Failing that, get Uncle Milt to sign a piece of paper stating how much money is in his home, so there is no argument about that later on. Armed with that, tell the grandkids and Milt's kids too, making it clear what his wishes were. You will get some argument if real money is involved, but at least you have Milt's signature on a piece of paper indicating that he had the money and wanted it to go to the grandkids.

Lastly, the author is probably Sara Peretsky, who writes pretty good detective novels about Chicago. Bookstores will have her novels. Tempo turned me on to her several years ago.

thanks everyone
by Isonomist

I got stuck in a pointless meeting for the last hour plus, antsy to get out and get to see Milt and make sure he's fed.

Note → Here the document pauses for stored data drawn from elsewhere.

def build_slides(state: BriefInputs, brief: Brief, pictures: Path | None = None) -> list[Slide]:
    """The deck: title, answer, what's new, animation, small multiples, then one picture per
    slide (change, flagged units, transitions, flow, movers, clusters, change clusters, trends)
    and the data notes. Pictures carry their own titles and sources, so the slide adds a
    takeaway title and the page number only."""
    d = state.folder
    per = state.panel.period_labels
    notice = brief.warning
    first, last = per[0], per[-1]
    slides = [
        Slide(
            "title",
            brief.title,
            subtitle=brief.subtitle,
            bullets=tuple(x for x in (brief.author, brief.date) if x),
            notice=notice,
            notes=_notes(brief, "Title slide."),
        ),
        Slide(
            "answer",
            "The answer",
            bullets=tuple(phrase(k, v) for k, v in brief.headline),
            notice=notice,
            notes=_notes(brief, "The headline numbers of this run."),
        ),
    ]
    sec = brief.section("whats-new")
    if sec is not None:
        slides.append(
            Slide(
                "whats-new",
                "What's new since the previous run",
                bullets=tuple(_short(b, 230) for b in sec.bullets[:8]),
                notice=notice,
                notes=_notes(brief, "Differences from the previous run."),
            )
        )
    noun = _noun(state)
    drawn: dict[str, Path] = {}
    if pictures is not None:
        from mapdrift.pngwrite import background_writes

        with background_writes():  # encoded beside the drawing; all written before pasting
            drawn = _slide_pictures(state, pictures)

    def pic(name: str) -> Path:
        return drawn.get(name, d / name)

    gif, mp4, poster = d / "animation.gif", d / "animation.mp4", pic("poster.png")
    same = (
        "Every frame on the same classes"
        if not state.classes.per_period
        else "Classes differ by period"
    )
    ch = state.changes
    cl = state.clusters
    if poster.exists():
        slides.append(
            Slide(
                "animation",
                f"{same}: {first} to {last}",
                images=(poster,),
                movie=mp4 if mp4.exists() else None,
                fallback=gif if gif.exists() else None,
                notice=notice,
                notes=_notes(
                    brief,
                    f"Animation: one frame per period; outlined {noun} jumped into that period. "
                    "The strip at the bottom shows each period's class shares.",
                ),
            )
        )
    pages = sorted((k for k in drawn if k.startswith("multiples-")), key=lambda k: int(k[10:-4]))
    if pages:
        for i, name in enumerate(pages, 1):
            slides.append(
                Slide(
                    "small-multiples" if len(pages) == 1 else f"small-multiples-{i}",
                    f"Every period on the same classes ({i} of {len(pages)})",
                    images=(drawn[name],),
                    notice=notice,
                    notes=_notes(brief, "Every period side by side, on the same classes."),
                )
            )
    elif (d / "small_multiples.png").exists():
        slides.append(
            Slide(
                "small-multiples",
                "Every period side by side",
                images=(d / "small_multiples.png",),
                notice=notice,
                notes=_notes(brief, "All periods on one page."),
            )
        )
    if ch is not None:
        up, down = ch.net_moves
        n_jump = int(ch.units["jump"].sum())
        stay = np.trace(ch.transitions.counts) / max(ch.transitions.counts.sum(), 1)
        change_title = (
            f"{noun_for(up, noun)} rose and {down:,} fell beyond {ch.noise_words}, {first} to {last}"
            if ch.tested
            else f"{noun_for(up, noun)} rose and {down:,} fell a class or more, {first} to {last}"
        )
        flag_title = f"{noun_for(n_jump, noun)} jumped {ch.options.jump}+ classes in one step"
        trans_title = f"{stay:.0%} of steps stay in their class"
        flow_title = f"Where {noun} moved, {first} to {last}"
    else:
        change_title = f"Which {noun} changed class, {first} to {last}"
        flag_title, trans_title = (
            f"{noun.capitalize()} worth a closer look",
            f"How {noun} move between classes",
        )
        flow_title = f"Where {noun} moved, {first} to {last}"
    pictures_l = [
        ("change", "change_map.png", change_title, "Net class change between the first and the last period."),
        ("flagged", "flagged_units.png", flag_title, "Jumps, spikes (often data errors) and units that stayed in the top or bottom class."),
        ("transitions", "transition_heatmap.png", trans_title, "Counts of moves between consecutive periods, pooled."),
        ("flow", "class_flow.png", flow_title, "Shares of units per class in the first and last period."),
    ]  # fmt: skip
    for key, name, title, note in pictures_l:
        if pic(name).exists():
            slides.append(
                Slide(key, title, images=(pic(name),), notice=notice, notes=_notes(brief, note))
            )
    movers = top_movers(state, 10)
    ch = state.changes
    ch_note = ch.noise_text if ch is not None else ""
    if movers is not None:
        slides.append(
            Slide(
                "movers",
                f"The {min(len(movers), 10):,} largest one-step jumps: check these first",
                table=movers,
                bullets=(
                    "A jump that came back soon after is often a data error; a small base makes rates unstable: check both first.",
                    ch_note,
                ),
                notice=notice,
                notes=_notes(brief, "Largest one-step jumps."),
            )
        )
    later = []
    if cl is not None:
        a, b = cl.change_periods
        n_hh, n_ll = int((cl.codes[:, -1] == 0).sum()), int((cl.codes[:, -1] == 1).sum())
        g = cl.global_moran
        n_sig = int((np.asarray(g["p_permutation"], dtype=float) <= cl.options.alpha).sum())
        rises, falls = int((cl.change_codes == 0).sum()), int((cl.change_codes == 1).sum())
        n_trend = 0 if state.trends_skipped else int(cl.trends["significant"].astype(bool).sum())
        later = [
            ("clusters", "cluster_map.png",
             (f"{noun_for(n_hh, noun)} in high-high and {n_ll:,} in low-low clusters, {last}"
              if n_ll else f"{noun_for(n_hh, noun)} in high-high clusters, {last}"),
             "Local clusters in the last period."),
            ("global-moran", "global_moran.png",
             f"The map is clustered in {n_sig:,} of {len(g):,} periods",
             "Global Moran's I per period."),
            ("change-clusters", "change_cluster_map.png",
             f"Change {a} to {b}: {noun_for(rises, noun)} rose among rises, {falls:,} fell among falls",
             "Local clusters of the change between two periods."),
            ("trends", "trend_map.png", f"{noun_for(n_trend, noun)} with a significant trend",
             "Theil-Sen slope where the Mann-Kendall trend is significant."),
        ]  # fmt: skip
    for key, name, title, note in later:
        if pic(name).exists():
            slides.append(
                Slide(key, title, images=(pic(name),), notice=notice, notes=_notes(brief, note))
            )
    warn = [f for f in state.findings if f.level == "warning"]
    bullets = tuple(_short(f.message, 230) for f in warn[:6]) or ("No data problems found.",)
    if len(warn) > 6:
        bullets += (f"… and {len(warn) - 6} more warnings in findings.json and the report.",)
    slides.append(
        Slide(
            "data-notes",
            "Data notes",
            bullets=bullets,
            notice=notice,
            notes=_notes(brief, "Data-quality findings."),
        )
    )
    return slides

I've read your ideas, and I'm going to think it all over on the bus on the way down.

For a quick sum: Milt had a lot of money and gave it all to his three sons already. The amount in his home is such a tiny amount in comparison that they couldn't possibly know about it or care that much. I'm more worried about the appearance of something besides concern for Milt here, than I am about hurting any of them financially because they're all quite well set.

I'll let you all know what happens. Thanks for your support and good ideas.

I'm with Demosthenes
by topazz
But couldn't you just ask Milt to give his apartment keys to you so you can go there, get the money, and bring it into the hospital? Milt could then disburse it any way he wanted to, and his sons, who are clueless about its existence anyway, remain clueless?
Minority report
by Gregor_Samsa

Two reasons to take Milt's words lightly:

1. People with terminal illness often have fairly unstable wishes, and will adopt various ploys (including self deception) to forge intimacy with whoever seems willing to pay them attention. Impression reinforced by Milt's self contradiction - he thinks he's getting out, but also in a rush to disburse his assets.

2. Personal responsibility: like in everything else, if people have been inept about arranging their bequests, it's not unfair that they pay a price for it (wishes remain unfulfilled).

I find it strange that some people think it's more unkind to a dying man to ignore his wishes (without his knowledge) than accost him with an army of lawyers, witnesses and family showdowns in his last living moments.

Loosely related, reminds me of Kieslowski's Decalog (episode: "thou shall honor thy father and mother.")

Astonishing response
by Gregor_Samsa
"The money is not worth the possible fallout. Most of all, don't risk appearing to be too eager to get the money, in Milt's eyes."

What an intensely selfish reason to be selfless. Viva la evolucion!